# "Fallen, not forgotten" - Cst John Robert Davey



## Haggis (26 Sep 2011)

Mods, I'm not sure if this is an EXART fit here, so feel free to move if required.

Fallen, not forgotten

CONST. JOHN ROBERT DAVEY: Cornwall police memorialize officer killed in line of duty in 1892 
By DANIELLE VANDENBRINK DVANDENBRINK@STANDARD-FREEHOLDER.COM
Posted 2 days ago
CORNWALL — Two families were brought together in Cornwall Friday for a special ceremony to remember their ancestors who became the subject of a fateful day more a hundred years ago.

On Sept. 6, 1892, about a month after being sworn-in as a special constable with the Cornwall police, 47-year-old John Robert Davey was killed after being shot in the chest attempting to apprehend an armed man.

It was his first day on the job.

A good samaritan who was present at the scene, Louis Lafave, was also shot in the shoulder while attempting to assist Davey during the altercation, which took place at former Grand Trunk Railway yards, in what is now Ninth Street between Pitt and Sydney Streets.

Lafave survived his wounds and lived until 1903, but Davey became the first police officer in Cornwall to be killed in the line of duty.

Sgt. Thom Racine of the Cornwall Community Police Service, who began researching the events surrounding Davey's death last year, has been tirelessly working to recognize his fallen comrade.

Over the past year, Racine has spent countless hours tracking down descendents of both Davey and Lafave, in hopes of recognizing the sacrifices the men made on Sept. 6, 1892.

On Friday, Racine made it happen.

Beginning in the morning, police officers from several local law enforcement agencies began a ceremonial march on Cumberland Street to St. Columban's cemetery on Eleventh Street, where Davey is buried.

Canadian Forces members from the Stormont, Dundas and Glengarry Highlanders were also represented, as Davey served as a captain with the 59th Stormont Dundas Militia Unit before he joined the police force.

More than 200 people attended a ceremony at the site, including more than 20 family members of Davey and Lafave from across North America.


During the ceremony, dignitaries unveiled a tombstone donated by the SD&G Highlander's Association and the Cornwall Police Association—complete with a sketched portrait of Davey by 15-year-old local artist Dominic Cyr.

The SD&G Highlanders and the Cornwall police also honoured Davey with a traditional volley salute, firing their guns into the air.

In the afternoon, a section of Ninth Street where Davey was killed was designated as "Const. John Robert Davey Memorial Way," with local dignitaries unveiling signs placed at each side of the street between Pitt and Sydney Streets.

Catherine Tobin made the trip to Cornwall Thursday from Boston, Mass., to help honour her great grandfather, John Davey.

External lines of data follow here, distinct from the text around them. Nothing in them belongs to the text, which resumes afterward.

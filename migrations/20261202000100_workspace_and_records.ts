import { sql, type Kysely } from 'kysely';

export async function up(db: Kysely<any>): Promise<void> {
	const id = (c: any) => c.primaryKey().defaultTo(sql`gen_random_uuid()`);
	const now = (c: any) => c.notNull().defaultTo(sql`now()`);

	await db.schema
		.createTable('password_credential')
		.addColumn('user_id', 'uuid', (c) => c.primaryKey().references('User.id').onDelete('cascade'))
		.addColumn('hash', 'text', (c) => c.notNull())
		.addColumn('updated_at', 'timestamptz', now)
		.execute();

	await db.schema
		.createTable('password_reset')
		.addColumn('token_hash', 'text', (c) => c.primaryKey())
		.addColumn('user_id', 'uuid', (c) => c.references('User.id').onDelete('cascade').notNull())
		.addColumn('expires_at', 'timestamptz', (c) => c.notNull())
		.addColumn('used_at', 'timestamptz')
		.addColumn('created_at', 'timestamptz', now)
		.execute();

	await db.schema
		.createTable('workspace')
		.addColumn('id', 'uuid', id)
		.addColumn('name', 'text', (c) => c.notNull())
		.addColumn('is_demo', 'boolean', (c) => c.notNull().defaultTo(false))
		.addColumn('created_at', 'timestamptz', now)
		.addColumn('version', 'integer', (c) => c.notNull().defaultTo(1))
		.execute();

	await db.schema
		.createTable('membership')
		.addColumn('workspace_id', 'uuid', (c) => c.references('workspace.id').onDelete('cascade').notNull())
		.addColumn('user_id', 'uuid', (c) => c.references('User.id').onDelete('cascade').notNull())
		.addColumn('role', 'text', (c) => c.notNull().check(sql`role in ('owner', 'editor', 'viewer')`))
		.addColumn('created_at', 'timestamptz', now)
		.addPrimaryKeyConstraint('membership_pk', ['workspace_id', 'user_id'])
		.execute();
	await db.schema.createIndex('membership_user_idx').on('membership').column('user_id').execute();

	await db.schema
		.createTable('invitation')
		.addColumn('id', 'uuid', id)
		.addColumn('workspace_id', 'uuid', (c) => c.references('workspace.id').onDelete('cascade').notNull())
		.addColumn('email', 'text', (c) => c.notNull())
		.addColumn('role', 'text', (c) => c.notNull().check(sql`role in ('owner', 'editor', 'viewer')`))
		.addColumn('token_hash', 'text', (c) => c.notNull().unique())
		.addColumn('expires_at', 'timestamptz', (c) => c.notNull())
		.addColumn('accepted_at', 'timestamptz')
		.addColumn('accepted_by', 'uuid', (c) => c.references('User.id').onDelete('set null'))
		.addColumn('revoked_at', 'timestamptz')
		.addColumn('sent_at', 'timestamptz')
		.addColumn('invited_by', 'uuid', (c) => c.references('User.id').onDelete('set null'))
		.addColumn('created_at', 'timestamptz', now)
		.execute();

	await db.schema
		.createTable('rate_limit')
		.addColumn('key', 'text', (c) => c.primaryKey())
		.addColumn('window_start', 'timestamptz', (c) => c.notNull())
		.addColumn('count', 'integer', (c) => c.notNull())
		.execute();

	await db.schema
		.createTable('molecule')
		.addColumn('id', 'uuid', id)
		.addColumn('workspace_id', 'uuid', (c) => c.references('workspace.id').onDelete('cascade').notNull())
		.addColumn('name', 'text', (c) => c.notNull())
		.addColumn('formula', 'text', (c) => c.notNull())
		.addColumn('net_charge', 'integer', (c) => c.notNull().defaultTo(0))
		.addColumn('multiplicity', 'integer', (c) => c.notNull().defaultTo(1).check(sql`multiplicity >= 1`))
		.addColumn('geometry_xyz', 'text', (c) => c.notNull())
		.addColumn('atom_count', 'integer', (c) => c.notNull())
		.addColumn('smiles', 'text')
		.addColumn('notes', 'text', (c) => c.notNull().defaultTo(''))
		.addColumn('version', 'integer', (c) => c.notNull().defaultTo(1))
		.addColumn('created_at', 'timestamptz', now)
		.addColumn('created_by', 'uuid', (c) => c.references('User.id').onDelete('set null'))
		.addColumn('updated_at', 'timestamptz', now)
		.addColumn('updated_by', 'uuid', (c) => c.references('User.id').onDelete('set null'))
		.execute();
	await db.schema.createIndex('molecule_workspace_idx').on('molecule').columns(['workspace_id', 'name']).execute();

	await db.schema
		.createTable('polymorph')
		.addColumn('id', 'uuid', id)
		.addColumn('workspace_id', 'uuid', (c) => c.references('workspace.id').onDelete('cascade').notNull())
		.addColumn('molecule_id', 'uuid', (c) => c.references('molecule.id').onDelete('restrict').notNull())
		.addColumn('label', 'text', (c) => c.notNull())
		.addColumn('space_group', 'text', (c) => c.notNull().defaultTo(''))
		.addColumn('a_a', 'double precision', (c) => c.notNull())
		.addColumn('b_a', 'double precision', (c) => c.notNull())
		.addColumn('c_a', 'double precision', (c) => c.notNull())
		.addColumn('alpha_deg', 'double precision', (c) => c.notNull())
		.addColumn('beta_deg', 'double precision', (c) => c.notNull())
		.addColumn('gamma_deg', 'double precision', (c) => c.notNull())
		.addColumn('z', 'integer', (c) => c.notNull().check(sql`z >= 1`))
		.addColumn('temperature_k', 'double precision')
		.addColumn('structure_source', 'text', (c) => c.notNull().defaultTo(''))
		.addColumn('notes', 'text', (c) => c.notNull().defaultTo(''))
		.addColumn('version', 'integer', (c) => c.notNull().defaultTo(1))
		.addColumn('created_at', 'timestamptz', now)
		.addColumn('created_by', 'uuid', (c) => c.references('User.id').onDelete('set null'))
		.addColumn('updated_at', 'timestamptz', now)
		.addColumn('updated_by', 'uuid', (c) => c.references('User.id').onDelete('set null'))
		.execute();
	await db.schema.createIndex('polymorph_molecule_idx').on('polymorph').columns(['workspace_id', 'molecule_id']).execute();

	await db.schema
		.createTable('activity')
		.addColumn('id', 'bigserial', (c) => c.primaryKey())
		.addColumn('workspace_id', 'uuid', (c) => c.references('workspace.id').onDelete('cascade').notNull())
		.addColumn('actor_id', 'uuid', (c) => c.references('User.id').onDelete('set null'))
		.addColumn('entity_type', 'text', (c) => c.notNull())
		.addColumn('entity_id', 'uuid', (c) => c.notNull())
		.addColumn('action', 'text', (c) => c.notNull())
		.addColumn('summary', 'text', (c) => c.notNull())
		.addColumn('before', 'jsonb')
		.addColumn('after', 'jsonb')
		.addColumn('created_at', 'timestamptz', now)
		.execute();
	await db.schema.createIndex('activity_entity_idx').on('activity').columns(['workspace_id', 'entity_id']).execute();
	await db.schema.createIndex('activity_ws_time_idx').on('activity').columns(['workspace_id', 'created_at']).execute();
}

export async function down(db: Kysely<any>): Promise<void> {
	for (const t of ['activity', 'polymorph', 'molecule', 'rate_limit', 'invitation', 'membership', 'workspace', 'password_reset', 'password_credential'])
		await db.schema.dropTable(t).execute();
}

Tobin's grandfather (Davey's oldest son) and grandmother both grew up in Cornwall before moving to the United States.

Tobin said she learned about Davey through her grandmother, who kept records of the family's history.

When Racine contacted Tobin last year, she provided him with a picture of her great grandfather during his time in the militia.

Once learning of Racine's plan to honour her family member, Tobin said she jumped at the opportunity.

"Just the fact that you always want to learn more about your family and (Racine) just had so much energy and contacts for discovering all of this that I can just be the recipient of it all," she said.

Tobin called the memorial ceremony a "wonderful" way to bring the two families together to remember their ancestors.

"You get to know all of these people who are related through that period of time over a hundred years ago," she said. "(But) also for the city, (it's) some other thing to bring people together and to be proud."

Janice Haer, great granddaughter of Louis Lafave, came to Cornwall with her older sister from New Jersey.

Haer said learning about her great grandfather's past came as a surprise to her family.

"The day that Thom told me (about the ceremony) I was ready to come (to Cornwall)," she said. "I've been excited for over a year."

Haer said she was pleased Racine also acknowledged her great grandfather's role in the events of Sept. 6.

"He was shot too…his (wound) was in the shoulder, and (Davey's) was in the heart, it's just inches. I mean, he could have (died) too. Six inches made the difference."

"It's like we're all family now because we're all connected by the same event," she added.

Racine will be releasing a book on his journey of researching the Davey and Lafave families by the end of the year.


----------



## Bruce Monkhouse (26 Sep 2011)

He is listed with on the Canadian Peace Officers' Memorial Association, so this is Cornwall's official recognition.

Well done.


----------



## Bruce Monkhouse (26 Sep 2011)

..and for anyone curious, here is the page for the 2011 memorial held yesterday.
http://cpoma.ca/heroes.html


----------



## mariomike (26 Sep 2011)

I was reading the 1892 Globe and Mail online reports regarding the incident. Lots of additional info, if interested. 
James Slavin was hanged for the murder at Stormont, Dundas, Glengarry County Jail (Cornwall, ON) on 16 Dec., 1892.
Apparently, Constable Davey is the only death of an on duty police officer in Conrwall’s hsitory.
Edit to add:
http://www.opmf.ca/memorial/display_officer.php?ID=243


----------



## Haggis (26 Sep 2011)

mariomike said:
			
		

> I was reading the 1892 Globe and Mail online reports regarding the incident. Lots of additional info, if interested.
> James Slavin was hanged for the murder at Stormont, Dundas, Glengarry County Jail (Cornwall, ON) on 16 Dec., 1892.
> Apparently, Constable Davey is the only death of an on duty police officer in Conrwall’s hsitory.



True.  Constable/Captain Davey is the only Cornwall Police officer to die in the line of duty, thankfully.  Also, before receiving his commission in the 59th Battalion, Davey served as RSM in 1871 and again from 1875 to 1877.

The last chapter of Sergeant Thom Racine's book depicts Friday's service and is currently being finalized.


----------